Tarred, Feathered, and Upside Down on the Tree of Life

Snip snip goes the scissors cutting the strings, separating me further from the life I’ve known.  Having always played by the rules, always taken the harder path.  Worked hard.  Always I’ve worked hard.

Fighting to survive . . . fighting to not give up.  Never feeling like I’m enough.  I must learn more, do more, be more.  Then . . . maybe then I’ll be enough.  Maybe then I won’t have to fight so hard to exist, to live.  Maybe then I won’t have to work so hard to prove that I’m worth having here.  That I’m worth feeding, worth housing without working myself into an early grave.

Always haunted by this feeling that if I don’t do as I’m told, then my basic necessities for survival will be ripped from underneath me.  Keep in line, keep my mouth shut, and do as I’m told or I could be out on my ass.  Over time, I pulled any parts of myself that might get me into trouble or fired so that I could continue providing for my family.  Not wanting to be a burden on anyone.

I worked so hard for so long, doing everything right.  Willingly and consciously sacrificing myself for my son to have a solid foundation in which to begin his own life.
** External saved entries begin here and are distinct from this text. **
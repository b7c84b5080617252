import { spawn, type ChildProcess } from 'node:child_process';
import { readFileSync } from 'node:fs';
import { createServer } from 'node:net';
import { afterAll, describe, expect, it } from 'vitest';
import { loadConfig } from '../../server/config';
import { ROOT, runScript } from './helpers';

/** The test run's own database, Redis and bucket (the defaults when the environment names none). */
const testConfig = loadConfig({ ...process.env, NODE_ENV: 'test' });

const children: ChildProcess[] = [];
afterAll(() => {
  // npm runs the script in its own process group: end the group (npm, its shell, node).
  for (const c of children) if (c.pid && c.exitCode === null) process.kill(-c.pid, 'SIGTERM');
});

const freePort = () =>
  new Promise<number>((resolve) => {
    const s = createServer().listen(0, '127.0.0.1', () => {
      const { port } = s.address() as { port: number };
      s.close(() => resolve(port));
    });
  });

/** Starts an npm script in its own process group and waits (30 s at most) for a line matching `ready`. */
function startNpm(script: string, env: Record<string, string>, ready: RegExp): Promise<{ line: string; output: () => string }> {
  const child = spawn('npm', ['run', '--silent', script], { cwd: ROOT, env: { ...process.env, ...env, NODE_OPTIONS: '' }, detached: true, stdio: ['ignore', 'pipe', 'pipe'] });
  children.push(child);
  let out = '';
  return new Promise((resolve, reject) => {
    const timer = setTimeout(() => reject(new Error(`${script} did not start:\n${out}`)), 30_000);
    const onData = (d: Buffer) => {
      out += d;
      const m = out.split('\n').find((l) => ready.test(l));
      if (m) {
        clearTimeout(timer);
        resolve({ line: m, output: () => out });
      }
    };
    child.stdout!.on('data', onData);
    child.stderr!.on('data', onData);
    child.on('exit', (code) => reject(new Error(`${script} ended (${code}):\n${out}`)));
  });
}

/** What the kernel says a process was started with: its command line and whether NODE_OPTIONS was set. */
function processFacts(pid: number) {
  const cmdline = readFileSync(`/proc/${pid}/cmdline`, 'utf8').split('\0').filter(Boolean);
  const environ = readFileSync(`/proc/${pid}/environ`, 'utf8').split('\0');
  return { cmdline, nodeOptions: environ.find((e) => e.startsWith('NODE_OPTIONS=')) ?? '' };
}

describe('the compiled build', () => {
  it('runs the API and the worker with plain node, no TypeScript loader in either process', async () => {
    const built = await runScript('scripts/build.ts', ['--server-only'], {});
    expect(built.out).toContain('dist/server/index.js');
    expect(built.code).toBe(0);

    const port = await freePort();
    const env = {
      NODE_ENV: 'production',
      PORT: String(port),
      PUBLIC_URL: `http://127.0.0.1:${port}`,
      SESSION_SECRET: 'a production secret for this test only',
      DATABASE_URL: testConfig.databaseUrl,
      REDIS_URL: testConfig.redisUrl,
      SMTP_URL: testConfig.smtpUrl,
      S3_BUCKET: testConfig.s3.bucket,
      S3_ENDPOINT: 'http://127.0.0.1:4568',
      S3_ACCESS_KEY_ID: 'S3RVER',
      S3_SECRET_ACCESS_KEY: 'S3RVER',
      S3_FORCE_PATH_STYLE: 'true',
      LOG_LEVEL: 'warn',
    };
    const api = await startNpm('start:prod', env, /Spoolwright API listening/);
    const worker = await startNpm('worker:prod', env, /Spoolwright worker started/);

    for (const line of [api.line, worker.line]) {
      expect(line).toMatch(/flags: --enable-source-maps\)$/);
      const pid = Number(/pid (\d+)/.exec(line)![1]);
      const facts = processFacts(pid);
      expect(facts.cmdline[0]).toMatch(/node$/);
      expect(facts.cmdline.slice(1)).toEqual(['--enable-source-maps', line === api.line ? 'dist/server/index.js' : 'dist/server/worker.js']);
      expect(facts.cmdline.join(' ')).not.toMatch(/tsx|--import|--loader|--require|\.ts\b/);
      expect(facts.nodeOptions).toMatch(/^(NODE_OPTIONS=)?$/);
    }

    const health = await fetch(`http://127.0.0.1:${port}/api/health`);
    expect(health.status).toBe(200);
    expect((await health.json()).status).toBe('ok');
    const login = await fetch(`http://127.0.0.1:${port}/api/auth/login`, {
      method: 'POST',
      headers: { 'content-type': 'application/json', 'x-requested-by': 'spoolwright' },
      body: JSON.stringify({ email: 'admin@spoolwright.test', password: 'spoolwright-demo' }),
    });
    expect(login.status).toBe(200);
  }, 180_000);
});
He turned 20 this September.  He tried to call me, but I found that I couldn’t answer.  The pain and disappointment of what he’s done is just now starting to sink into me, especially upon hearing how many years in prison he’ll most likely be serving.

“What was it all for?” I ask myself.  “What was the point of all of my sacrifice?  . . . What is the point of me now?”

Since the fateful day of seeing the news clip which featured my son being walked into court in handcuffs, I have found it increasingly difficult to stuff myself away in the name of necessity and survival.  It’s become more difficult to keep my mouth shut about what I’m really feeling.  Less effort goes into trying to be invisible.

It’s hard to be afraid of what others may think or do to you when the one thing that had made your life worth living has been taken away from you.

I have lived such a muted and unexpressed life.  I have played it so safe.  I have so much more inside of me than I’ve dared to show or share.  I would deeply regret my life if I failed to live up to my true potential, and so far I’ve barely tapped into it.

I found out a little over a week ago that my current work assignment will be ending, today being my last day.  Being a consultant, my agency is looking for a new assignment, but I can’t help but feel like the universe is trying to get a message across to me with all the kicking, biting, and slapping it’s doing while I’m face first in the dirt.

If ever there was a time in my life that I was being given the green light to start doing my thing, this would be it.  A world turned upside down with everything I’ve known until now being ripped away from me all at once.  There is a rare freedom felt in a moment like that.  Freed from the fear of loss with everything to gain.